После подробного описания страданий, которые ему пришлось претерпеть, новоявленный «дофин» весьма деликатно просил высоких мужей государства – нет, даже не о возвращении предназначенного ему трона, а «всего лишь» о признании и предоставлении ему безопасного убежища на любимой родине, где он смог бы в покое и благоденствии провести остаток своей жизни после тридцати лет скитаний на чужбине.

Палата пэров запросила документы из Австрии, и выяснилось, что в апреле 1820 года некто, именующий себя Бурлон, был задержан полицией в Модене за «подозрительное поведение». При обыске у него была обнаружена толстая тетрадь, заполненная от руки прокламациями и воззваниями, в которых автор откровенно отождествлял себя с «дофином Франции, сыном Людовика XVI», и несколько писем, обращенных к заинтересованным лицам. На допросе Бурлон сразу признался, что он – автор писем и, следовательно, дофин Франции. Австрийское правительство, не стремящееся вмешиваться во французские дела, отправило его в тюрьму в Мантую, а затем в Милан, и в то же время запросило французского министра внутренних дел, как дальше поступать с арестованным.

Ответ пришел немедленно. Министр писал, что перед ними наверняка тайный бонапартист, просил держать арестованного под стражей и делать все возможное, чтобы выяснить его настоящие цели. Считается, что это решение было вызвано нежеланием способствовать распространению и без того упорных слухов о спасении дофина, чтобы улеглись волнения, вызванные другими претендентами.

Спустя пять лет австрийцы снова затребовали решения, что делать с неизвестным, который продолжает отбывать срок, несмотря на то, что на территории Австрии не совершил никакого преступления. Французскому министерству пришлось признать правоту австрийцев, после чего оно дало свое согласие на освобождение «претендента». Бурлон вышел из тюрьмы 2 октября 182 года.

Затем самозваный дофин перебирается в Женеву, где некоторое время живет под именем принца Густава и барона Пикте. Французская полиция держит его под наблюдением. Из нескольких перехваченных писем становится ясно, что «дофин» готовится тайком въехать в страну. Немедля разрабатывается план ареста претендента, когда тот окажется на французской территории, но что-то идет не так, как задумано, и Бурлон исчезает из поля зрения в очередной раз.
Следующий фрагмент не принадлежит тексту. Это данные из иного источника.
* counted by this API process as it answers (``mixroute_route_requests_total``, the latency
  histogram, documents routed, queued, and review flags by reason), taken from the very
  answers the clients get, so they match what the API said;
* read at scrape time from the sources the API answers from: the in-memory model
  (version, documents learned, group weights: what ``GET /models/{model}`` says) and Redis
  through ``state/`` (stream length, pending, lag and lost entries, last checkpoint time and
  age, drift divergence as ``GET /models/{model}/drift`` computes it, alerts raised, worker
  heartbeat).

The review-flag counting also keeps the most recent flagged documents of each model in memory
(:class:`FlaggedDocuments`, ``flagged_documents_kept`` per model, listed with the text cut to
200 characters) for the dashboard; they are lost when the process restarts. Each keeps an id
(the client's, else the stream id of a document queued with ``learn``, else a generated
``flagged-...`` one) and its text up to ``flagged_text_chars``, so that a correction naming
only the id (the dashboard's Confirm and Reassign) can be given its text:
:meth:`FlaggedDocuments.text_for`.
"""

from __future__ import annotations

import collections
import contextlib
import logging
import re
import threading
import time
import uuid
from collections.abc import Iterator
from typing import Any

from fastapi import APIRouter, FastAPI, Request
from fastapi.responses import Response
from prometheus_client import CollectorRegistry, Counter, Histogram
from prometheus_client.core import CounterMetricFamily, GaugeMetricFamily, Metric
from prometheus_client.exposition import CONTENT_TYPE_LATEST, generate_latest
from prometheus_client.registry import Collector
from starlette.types import ASGIApp, Message, Receive, Scope, Send

from service.settings import Settings

log = logging.getLogger(__name__)

_MODEL_PATH = re.compile(r"^/models/([A-Za-z0-9][A-Za-z0-9_.-]{0,63})$")
_ROUTE_PATH = re.compile(r"^/models/([A-Za-z0-9][A-Za-z0-9_.-]{0,63})/(route|documents)$")
SNIPPET_CHARACTERS = 200
# Routing latency buckets, seconds: single documents take well under a millisecond of model
# time, batches of thousands take tens of milliseconds (common practice, no source).
LATENCY_BUCKETS = (0.0005, 0.001, 0.0025, 0.005, 0.01, 0.025, 0.05, 0.1, 0.25, 0.5, 1.0, 2.5, 5.0)


class _StatusSeen:
    """An ASGI ``send`` that passes every message on and keeps the response's status
    (500 until the response starts: an app that raised before answering)."""

    def __init__(self, send: Send) -> None:
        self.send = send
        self.status = 500

    async def __call__(self, message: Message) -> None:
        if message["type"] == "http.response.start":
            self.status = int(message["status"])
        await self.send(message)


class FlaggedDocuments:
    """The most recent documents flagged for review, per model, in this process's memory.

    Parameters
    ----------
    keep : int
        Documents kept per model (0 keeps none).
    text_chars : int
        Characters of each document's text kept for :meth:`text_for` (the listing shows the
        first 200 only).
    """

    def __init__(self, keep: int, text_chars: int = 20_000) -> None:
        self.keep = keep
        self.text_chars = text_chars
        self._by_model: dict[str, collections.deque[dict[str, Any]]] = {}
        self._lock = threading.Lock()

    def add(self, model: str, records: list[dict[str, Any]]) -> None:
        """Keep ``records`` (dicts as listed, plus ``full_text``; the newest ``keep`` stay)."""
        if self.keep <= 0 or not records:
            return
        with self._lock:
            queue = self._by_model.setdefault(model, collections.deque(maxlen=self.keep))
            queue.extend(records)

    def recent(self, model: str, count: int | None = None) -> list[dict[str, Any]]:
        """Newest first, as listed (text cut to 200 characters, no full text)."""
        with self._lock:
            items = list(self._by_model.get(model, ()))
        items.reverse()
        items = items if count is None else items[:count]
        return [{k: v for k, v in item.items() if k != "full_text"} for item in items]

    def text_for(self, model: str, doc_id: str) -> str | None:
        """The text of the newest flagged document of ``model`` with id ``doc_id`` (None when
        none is held): what a correction that leaves the text out is learned with. The text
        is the whole message; one longer than ``text_chars`` characters is not held."""
        with self._lock:
            items = list(self._by_model.get(model, ()))
        for item in reversed(items):
            if item.get("id") != doc_id:
                continue
            if item.get("full_text") is not None:
                return str(item["full_text"])
            # a record without the whole text: its listed text only when nothing was cut
            return None if item.get("truncated") else str(item.get("text") or "")
        return None

    def forget(self, model: str) -> None:
        with self._lock:
            self._by_model.pop(model, None)


class ServiceMetrics:
    """The counters this process keeps, registered in its own registry."""

    def __init__(self, registry: CollectorRegistry) -> None:
        self.route_requests = Counter(
            "mixroute_route_requests",
            "Routing requests answered, by model and HTTP status.",
            ["model", "status"],
            registry=registry,
        )
        self.route_latency = Histogram(
            "mixroute_route_latency_seconds",
            "Time to answer a routing request (whole request, in this process).",
            ["model"],
            buckets=LATENCY_BUCKETS,
            registry=registry,
        )
        self.documents_routed = Counter(
            "mixroute_documents_routed",
            "Documents routed (answered with a group).",
            ["model"],
            registry=registry,
        )
        self.documents_queued = Counter(
            "mixroute_documents_queued",
            "Documents this process added to a model's stream (duplicates not counted).",
            ["model"],
            registry=registry,
        )
        self.review_flags = Counter(
            "mixroute_review_flags",
            "Routed documents answered with review=true, by reason (one document may have "
            "several reasons; reason=any counts each flagged document once).",
            ["model", "reason"],
            registry=registry,
        )


def _known_model(app: Any, model: str) -> bool:
    runtime = getattr(app.state, "runtime", None)
    return runtime is not None and model in runtime.models
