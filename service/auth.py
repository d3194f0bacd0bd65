"""Access control: API keys with a read role and an admin role.

Keys come from the settings ``MIXROUTE_API_KEYS_READ`` and ``MIXROUTE_API_KEYS_ADMIN``
(comma-separated). A client sends one as ``Authorization: Bearer KEY`` or ``X-API-Key: KEY``.

Which role a route needs is decided from the route itself, for every route of the app
(:func:`required_role`), so a route added later is covered without a list to keep in step:

* public: liveness, readiness, the OpenAPI pages, the dashboard's page and static files, and
  ``GET /auth`` (what role a key has; the dashboard's login);
* read: every ``GET``, plus the two calls an intake system makes (``POST .../route`` and
  ``POST .../documents``);
* admin: every other method (create or delete models, label groups, snapshots, restore).

No key gives 401, a key of the wrong role 403. Keys are compared as SHA-256 digests with
:func:`hmac.compare_digest` against every configured key without stopping at the first match,
so the time taken does not depend on which key (or how much of one) matched. Keys are never
logged (see :mod:`service.logs`).

With no key configured access control is off: the service then refuses to listen anywhere but
on loopback (:func:`check_bind`) and says so at start-up.
"""

from __future__ import annotations

import enum
import hashlib
import hmac
import ipaddress
import json
import logging
import re
from collections.abc import Iterable
from typing import Any

from fastapi import APIRouter, FastAPI, Request
from starlette.routing import Mount, compile_path
from starlette.types import ASGIApp, Receive, Scope, Send

from mixture.errors import ConfigError
from service.settings import Settings

log = logging.getLogger(__name__)

MIN_KEY_LENGTH = 16  # common practice, no source: long enough that guessing is hopeless

PUBLIC_PATHS = frozenset(
    {
        "/health",
        "/ready",
        "/docs",
        "/docs/oauth2-redirect",
        "/redoc",
        "/openapi.json",
        "/auth",
        "/dashboard",
        "/dashboard/static",
    }
)
READ_WRITES = frozenset({("POST", "/models/{model}/route"), ("POST", "/models/{model}/documents")})
SAFE_METHODS = frozenset({"GET", "HEAD", "OPTIONS"})


class Role(enum.IntEnum):
    """What a caller may do; a higher role may do everything a lower one may."""

    PUBLIC = 0
    READ = 1
    ADMIN = 2


class AccessConfigError(ConfigError):
    """Unusable access settings (a short key, or an open address without keys)."""


def parse_keys(raw: str, setting: str) -> list[str]:
    """The keys of one comma-separated setting.

    Raises
    ------
    AccessConfigError
        A key shorter than :data:`MIN_KEY_LENGTH` or containing white space (the message
        names the setting and the key's position, never the key).
    """
    keys = []
    for position, part in enumerate(raw.split(","), start=1):
        key = part.strip()
        if not key:
            continue
        if len(key) < MIN_KEY_LENGTH or any(c.isspace() for c in key):
            raise AccessConfigError(
                f"{setting}: key {position} must be at least {MIN_KEY_LENGTH} characters "
                "without spaces"
            )
        keys.append(key)
    return keys


def _digest(key: str) -> bytes:
    return hashlib.sha256(key.encode("utf-8")).digest()


class KeyRing:
    """The configured keys of both roles, held as digests.

    Parameters
    ----------
    read_keys, admin_keys : iterable of str
    """

    def __init__(self, read_keys: Iterable[str], admin_keys: Iterable[str]) -> None:
        self._read = [_digest(k) for k in read_keys]
        self._admin = [_digest(k) for k in admin_keys]

    @classmethod
    def from_settings(cls, settings: Settings) -> KeyRing:
        read = parse_keys(settings.api_keys_read.get_secret_value(), "MIXROUTE_API_KEYS_READ")
        admin = parse_keys(settings.api_keys_admin.get_secret_value(), "MIXROUTE_API_KEYS_ADMIN")
        return cls(read, admin)

    @property
    def enabled(self) -> bool:
        """True when at least one key is configured (access control on)."""
        return bool(self._read or self._admin)

    def role_of(self, presented: str | None) -> Role | None:
        """The role of a presented key, or None when it matches no configured key."""
        if not presented:
            return None
        digest = _digest(presented)
        admin = False
        read = False
        for known in self._admin:  # no early exit: the time does not say which key matched
            admin |= hmac.compare_digest(digest, known)
        for known in self._read:
            read |= hmac.compare_digest(digest, known)
        if admin:
            return Role.ADMIN
        if read:
            return Role.READ
        return None


def secrets_of(settings: Settings) -> list[str]:
    """Every configured key (for the log redactor)."""
    raw = (
        f"{settings.api_keys_read.get_secret_value()},{settings.api_keys_admin.get_secret_value()}"
    )
    return [part.strip() for part in raw.split(",") if part.strip()]


def is_loopback(host: str) -> bool:
    """True for ``localhost`` and loopback addresses (127.0.0.0/8, ::1)."""
    if host == "localhost":
        return True
    try:
        return ipaddress.ip_address(host.strip("[]")).is_loopback
    except ValueError:
        return False


def check_bind(settings: Settings, keys: KeyRing) -> None:
    """Refuse a non-loopback address when no key is configured; say what is in force.

    Raises
    ------
    AccessConfigError
        ``settings.host`` is not a loopback address and no API key is configured.
    """
    if keys.enabled:
        log.info("access control on: API keys required (read and admin roles)")
        return
    if not is_loopback(settings.host):
        raise AccessConfigError(
            f"host {settings.host!r}: refusing to listen on a non-loopback address with no API "
            "keys configured (anyone could roll back or delete models). Set "
            "MIXROUTE_API_KEYS_ADMIN (and MIXROUTE_API_KEYS_READ for intake systems), or keep "
            "MIXROUTE_HOST=127.0.0.1"
        )
    log.warning(
        "no API keys configured: access control is off, so the API listens on loopback "
        "only (%s); set MIXROUTE_API_KEYS_ADMIN / MIXROUTE_API_KEYS_READ to serve others",
        settings.host,
    )


def required_role(method: str, path: str, public: frozenset[str] = PUBLIC_PATHS) -> Role:
    """The role a request needs, from its method and the route's path template.

    Parameters
    ----------
    method : str
        HTTP method.
    path : str
        The matched route's path template (``/models/{model}/route``), or the raw path when
        no route matched.
    public : frozenset of str
        Templates open to everyone (``PUBLIC_PATHS``, plus ``/metrics`` when configured so).
    """
    if path in public:
        return Role.PUBLIC
    if method in SAFE_METHODS or (method, path) in READ_WRITES:
        return Role.READ
    return Role.ADMIN


def app_routes(app: Any) -> list[tuple[str, frozenset[str] | None]]:
    """Every route of the app as ``(path template, methods)``; methods None for a mount.

    Walks included routers too (FastAPI keeps them as nested objects rather than copying their
    routes into the app), so the list is the one requests are dispatched over.
    """
    found: list[tuple[str, frozenset[str] | None]] = []
    for route in app.router.routes:
        if hasattr(route, "effective_route_contexts"):  # an included router
            for context in route.effective_route_contexts():
                inner = context.original_route
                path = getattr(context, "path_format", None) or getattr(inner, "path", "")
                found.append((str(path), frozenset(getattr(inner, "methods", None) or ())))
        elif isinstance(route, Mount):
            found.append((str(route.path), None))
        elif hasattr(route, "path"):
            found.append((str(route.path), frozenset(getattr(route, "methods", None) or ())))
    return found


class RouteTable:
    """Resolves a request to the path template of the route that will answer it."""

    def __init__(self, routes: list[tuple[str, frozenset[str] | None]]) -> None:
        self.entries = []
        for path, methods in routes:
            if methods is None:
                regex = re.compile("^" + re.escape(path) + "(/.*)?$")
            else:
                regex = compile_path(path)[0]
            self.entries.append((regex, path, methods))

    def template(self, method: str, path: str) -> str:
        """The matching template (with the method if possible), else the raw path."""
        partial: str | None = None
        for regex, template, methods in self.entries:
            if not regex.match(path):
                continue
            if methods is None or method in methods or (method == "HEAD" and "GET" in methods):
                return template
            if partial is None:
                partial = template  # the path exists with another method: 405 follows
        return partial or path


def presented_key(scope: Scope) -> str | None:
    """The key in ``Authorization: Bearer ...`` or ``X-API-Key``, if any."""
    for name, value in scope.get("headers", ()):
        if name == b"authorization":
            scheme, _, token = value.decode("latin-1").partition(" ")
            if scheme.lower() == "bearer" and token.strip():
                return token.strip()
        elif name == b"x-api-key" and value.strip():
            return value.decode("latin-1").strip()
    return None


class AccessControl:
    """Pure ASGI middleware enforcing :func:`required_role` on every HTTP request.

    Parameters
    ----------
    app : ASGI app
    keys : KeyRing
    """

    def __init__(self, app: ASGIApp, keys: KeyRing, public: frozenset[str] = PUBLIC_PATHS) -> None:
        self.app = app
        self.keys = keys
        self.public = public
        self._table: RouteTable | None = None

    async def __call__(self, scope: Scope, receive: Receive, send: Send) -> None:
        if scope["type"] != "http" or not self.keys.enabled:
            await self.app(scope, receive, send)
            return
        method = scope["method"]
        if self._table is None:  # built at the first request, when every route is in place
            self._table = RouteTable(app_routes(scope["app"]))
        template = self._table.template(method, scope.get("path", ""))
        needed = required_role(method, template, self.public)
        if needed is Role.PUBLIC:
            await self.app(scope, receive, send)
            return
        presented = presented_key(scope)
        role = self.keys.role_of(presented)
        if role is None:
            reason = "no API key given" if presented is None else "the API key is not valid"
            await _refuse(
                send,
                401,
                f"{reason}: send 'Authorization: Bearer KEY' (or 'X-API-Key: KEY') with a key "
                f"of the {needed.name.lower()} role",
                logged=f"{method} {template}: {reason}",
            )
            return
        if role < needed:
            has, wants = role.name.lower(), needed.name.lower()
            await _refuse(
                send,
                403,
                f"{method} {template} needs the {wants} role; this key has the {has} role",
                logged=f"{method} {template}: {has} role, {wants} needed",
            )
            return
        scope.setdefault("state", {})["role"] = role.name.lower()
        await self.app(scope, receive, send)


async def _refuse(send: Send, status: int, detail: str, logged: str) -> None:
    """Answer 401 or 403 with ``detail`` for the client; log ``logged`` (never the key)."""
    log.info("refused %s", logged, extra={"event": "auth_refused", "status": status})
    payload = json.dumps({"detail": detail, "field": None}).encode()
    headers = [
        (b"content-type", b"application/json"),
        (b"content-length", str(len(payload)).encode()),
    ]
    if status == 401:
        headers.append((b"www-authenticate", b'Bearer realm="mixroute"'))
    await send({"type": "http.response.start", "status": status, "headers": headers})
    await send({"type": "http.response.body", "body": payload})


router = APIRouter(tags=["access"])


@router.get("/auth", summary="Whether keys are required and the role of the key sent")
def whoami(request: Request) -> dict[str, Any]:
    """``keys_required`` and ``role`` (``admin``, ``read``, or null for no or a wrong key).

    With access control off every caller is treated as admin (loopback only).
    """
    keys: KeyRing = request.app.state.keys
    if not keys.enabled:
        return {"keys_required": False, "role": "admin"}
    role = keys.role_of(presented_key(request.scope))
    return {"keys_required": True, "role": None if role is None else role.name.lower()}


def document_security(app: FastAPI, public: frozenset[str]) -> None:
    """Describe the keys in the OpenAPI document: the two header schemes, which operations
    need one, and their 401/403 answers (added when access control is on)."""
    build = app.openapi

    def openapi() -> dict[str, Any]:
        if app.openapi_schema is not None:
            return app.openapi_schema
        schema = build()
        components = schema.setdefault("components", {})
        components.setdefault("securitySchemes", {}).update(
            {
                "bearerKey": {"type": "http", "scheme": "bearer", "description": "API key"},
                "headerKey": {"type": "apiKey", "in": "header", "name": "X-API-Key"},
            }
        )
        problem = {"$ref": "#/components/schemas/Problem"}
        for path, item in schema.get("paths", {}).items():
            for method, operation in item.items():
                needed = required_role(method.upper(), path, public)
                if needed is Role.PUBLIC or not isinstance(operation, dict):
                    continue
                operation["security"] = [{"bearerKey": []}, {"headerKey": []}]
                responses = operation.setdefault("responses", {})
                content = {"application/json": {"schema": problem}}
                responses.setdefault("401", {"description": "No key or a wrong key"})
                responses["401"].setdefault("content", content)
                if needed is Role.ADMIN:
                    responses.setdefault("403", {"description": "Needs the admin role"})
                    responses["403"].setdefault("content", content)
                description = operation.get("description", "")
                operation["description"] = f"{description}\n\nRole: {needed.name.lower()}."
        app.openapi_schema = schema
        return schema

    app.openapi = openapi  # type: ignore[method-assign]


def install(app: FastAPI, settings: Settings) -> KeyRing:
    """Check the keys and the address, add ``GET /auth`` and the access-control middleware.

    Call after every other route is added and after the app's own middleware, so the check
    runs before any request body is read.
    """
    keys = KeyRing.from_settings(settings)
    check_bind(settings, keys)
    app.state.keys = keys
    app.include_router(router)
    public = frozenset(PUBLIC_PATHS | ({"/metrics"} if settings.metrics_public else set()))
    app.add_middleware(AccessControl, keys=keys, public=public)
    if keys.enabled:
        document_security(app, public)
    return keys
Много позже выяснилось, что он без шума въехал в страну с паспортом на имя Анри Эбера, после чего в Руане поступил на службу в префектуру полиции. Там он, кроме прочего, досконально изучил дело одного из самозванцев, Брюно Матюрена, причем сделал это с максимальной выгодой для себя. Правда, и здесь он не оставил своих привычек и вскоре за имитацию банкротства был осужден на три месяца тюрьмы.

После освобождения он спешно уезжает в Париж и, чтобы окончательно запутать следы, называется уже Анри Трастамаром или Этельбертом, бароном де Ришмон. Под последним именем он позднее и войдет в историю.

Полиция сбивается с ног, разыскивая преступника за границей, а он в это время спокойно живет на левом берегу Сены, буквально под носом у полицейского управления.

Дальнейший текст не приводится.